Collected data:
++++++++

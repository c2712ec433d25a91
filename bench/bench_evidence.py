"""Time an evidence pack for a whole site of N SIFs (default 500).

Builds a synthetic plant with ``manage.py make_scale_plant --sifs N --code packbench`` in
a fresh database, stores one assessment per SIF (as the nightly recompute would), then
builds a site pack over the last three years and reports the time of each stage, the
number of queries, the PDF page count and the zip size.

Run (temporary SQLite database and data folder, the default):
    .venv/bin/python bench/bench_evidence.py [--sifs 500] [--years 3]
Run on PostgreSQL (database created by you beforehand, e.g. packbench):
    DATABASE_URL=postgres://postgres@127.0.0.1:5432/packbench \\
        .venv/bin/python bench/bench_evidence.py
"""

from __future__ import annotations

import argparse
import datetime as dt
import io
import os
import sys
import tempfile
import time
import zipfile
from pathlib import Path

ROOT = Path(__file__).resolve().parents[1]
sys.path.insert(0, str(ROOT))


def main() -> int:
    parser = argparse.ArgumentParser(description=__doc__.splitlines()[0])
    parser.add_argument("--sifs", type=int, default=500)
    parser.add_argument("--years", type=int, default=3, help="length of the pack period")
    args = parser.parse_args()

    var = tempfile.mkdtemp(prefix="packbench-")
    os.environ["SIF_LEDGER_VAR_DIR"] = var
    os.environ.setdefault("DJANGO_SETTINGS_MODULE", "config.settings.base")
    os.environ.setdefault("CELERY_TASK_ALWAYS_EAGER", "true")
    import django

    django.setup()
    from django.contrib.auth import get_user_model
    from django.core.management import call_command
    from django.db import connection, reset_queries
    from django.test.utils import CaptureQueriesContext
    from django.utils import timezone

    from calcs.adapter import recompute_many
    from register.audit import evidence
    from register.models import EvidencePack, SafetyFunction, Site

    print(f"database: {connection.vendor} {connection.settings_dict['NAME']}; data: {var}")
    call_command("migrate", verbosity=0)
    t = time.perf_counter()
    call_command("make_scale_plant", sifs=args.sifs, code="packbench", verbosity=0)
    print(f"plant of {args.sifs} SIFs generated in {time.perf_counter() - t:.1f} s")
    site = Site.objects.get(code="packbench")
    sifs = SafetyFunction.objects.filter(unit__site=site)
    t = time.perf_counter()
    recompute_many(sifs, trigger="bench")
    print(f"assessments stored in {time.perf_counter() - t:.1f} s")

    user = get_user_model().objects.filter(is_superuser=True).first() or \
        get_user_model().objects.create_superuser("packbench-admin", password="x")
    today = timezone.localdate()
    pack = EvidencePack.objects.create(
        scope="site", site=site, requested_by=user, period_end=today,
        period_start=today - dt.timedelta(days=365 * args.years))
    stages = []
    last = [time.perf_counter()]

    def progress(percent, text):
        now = time.perf_counter()
        stages.append((percent, text, now - last[0]))
        last[0] = now

    pack.started_at = timezone.now()
    reset_queries()
    t = time.perf_counter()
    with CaptureQueriesContext(connection) as queries:
        path = evidence.build(pack, progress)
    total = time.perf_counter() - t
    end_of_build = time.perf_counter()
    totals: dict[str, float] = {}
    for _, text, secs in stages:
        key = "Charts and achieved PFDavg per SIF" if text.startswith("Charts") else text
        totals[key] = totals.get(key, 0.0) + secs
    totals["Zip and manifest"] = end_of_build - last[0]
    for key, secs in totals.items():
        print(f"  {key:<50s} {secs:7.2f} s")
    data = path.read_bytes()
    with zipfile.ZipFile(io.BytesIO(data)) as zf:
        pdf = zf.read("report.pdf")
        names = zf.namelist()
    pages = pdf.count(b"/Type /Page") - pdf.count(b"/Type /Pages")
    print(f"pack for {args.sifs} SIFs over {args.years} years: {total:.1f} s, "
          f"{len(queries)} queries, {len(names)} files, zip {len(data) / 1e6:.1f} MB, "
          f"PDF {len(pdf) / 1e6:.1f} MB, about {pages} pages")
    return 0


if __name__ == "__main__":
    raise SystemExit(main())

++++++++

TASK DETAILS:
All of the records above should be given again exactly as written.

WRITTEN ANSWER:
repository c2712ec433d25a91
filename bench/bench_evidence.py
"""Time an evidence pack for a whole site of N SIFs (default 500).

Builds a synthetic plant with ``manage.py make_scale_plant --sifs N --code packbench`` in
a fresh database, stores one assessment per SIF (as the nightly recompute would), then
builds a site pack over the last three years and reports the time of each stage, the
number of queries, the PDF page count and the zip size.

Run (temporary SQLite database and data folder, the default):
    .venv/bin/python bench/bench_evidence.py [--sifs 500] [--years 3]
Run on PostgreSQL (database created by you beforehand, e.g. packbench):
    DATABASE_URL=postgres://postgres@127.0.0.1:5432/packbench \\
        .venv/bin/python bench/bench_evidence.py
"""

from __future__ import annotations

import argparse
import datetime as dt
import io
import os
import sys
import tempfile
import time
import zipfile
from pathlib import Path

ROOT = Path(__file__).resolve().parents[1]
sys.path.insert(0, str(ROOT))


def main() -> int:
    parser = argparse.ArgumentParser(description=__doc__.splitlines()[0])
    parser.add_argument("--sifs", type=int, default=500)
    parser.add_argument("--years", type=int, default=3, help="length of the pack period")
    args = parser.parse_args()

    var = tempfile.mkdtemp(prefix="packbench-")
    os.environ["SIF_LEDGER_VAR_DIR"] = var
    os.environ.setdefault("DJANGO_SETTINGS_MODULE", "config.settings.base")
    os.environ.setdefault("CELERY_TASK_ALWAYS_EAGER", "true")
    import django

    django.setup()
    from django.contrib.auth import get_user_model
    from django.core.management import call_command
    from django.db import connection, reset_queries
    from django.test.utils import CaptureQueriesContext
    from django.utils import timezone

    from calcs.adapter import recompute_many
    from register.audit import evidence
    from register.models import EvidencePack, SafetyFunction, Site

    print(f"database: {connection.vendor} {connection.settings_dict['NAME']}; data: {var}")
    call_command("migrate", verbosity=0)
    t = time.perf_counter()
    call_command("make_scale_plant", sifs=args.sifs, code="packbench", verbosity=0)
    print(f"plant of {args.sifs} SIFs generated in {time.perf_counter() - t:.1f} s")
    site = Site.objects.get(code="packbench")
    sifs = SafetyFunction.objects.filter(unit__site=site)
    t = time.perf_counter()
    recompute_many(sifs, trigger="bench")
    print(f"assessments stored in {time.perf_counter() - t:.1f} s")

    user = get_user_model().objects.filter(is_superuser=True).first() or \
        get_user_model().objects.create_superuser("packbench-admin", password="x")
    today = timezone.localdate()
    pack = EvidencePack.objects.create(
        scope="site", site=site, requested_by=user, period_end=today,
        period_start=today - dt.timedelta(days=365 * args.years))
    stages = []
    last = [time.perf_counter()]

    def progress(percent, text):
        now = time.perf_counter()
        stages.append((percent, text, now - last[0]))
        last[0] = now

    pack.started_at = timezone.now()
    reset_queries()
    t = time.perf_counter()
    with CaptureQueriesContext(connection) as queries:
        path = evidence.build(pack, progress)
    total = time.perf_counter() - t
    end_of_build = time.perf_counter()
    totals: dict[str, float] = {}
    for _, text, secs in stages:
        key = "Charts and achieved PFDavg per SIF" if text.startswith("Charts") else text
        totals[key] = totals.get(key, 0.0) + secs
    totals["Zip and manifest"] = end_of_build - last[0]
    for key, secs in totals.items():
        print(f"  {key:<50s} {secs:7.2f} s")
    data = path.read_bytes()
    with zipfile.ZipFile(io.BytesIO(data)) as zf:
        pdf = zf.read("report.pdf")
        names = zf.namelist()
    pages = pdf.count(b"/Type /Page") - pdf.count(b"/Type /Pages")
    print(f"pack for {args.sifs} SIFs over {args.years} years: {total:.1f} s, "
          f"{len(queries)} queries, {len(names)} files, zip {len(data) / 1e6:.1f} MB, "
          f"PDF {len(pdf) / 1e6:.1f} MB, about {pages} pages")
    return 0


if __name__ == "__main__":
    raise SystemExit(main())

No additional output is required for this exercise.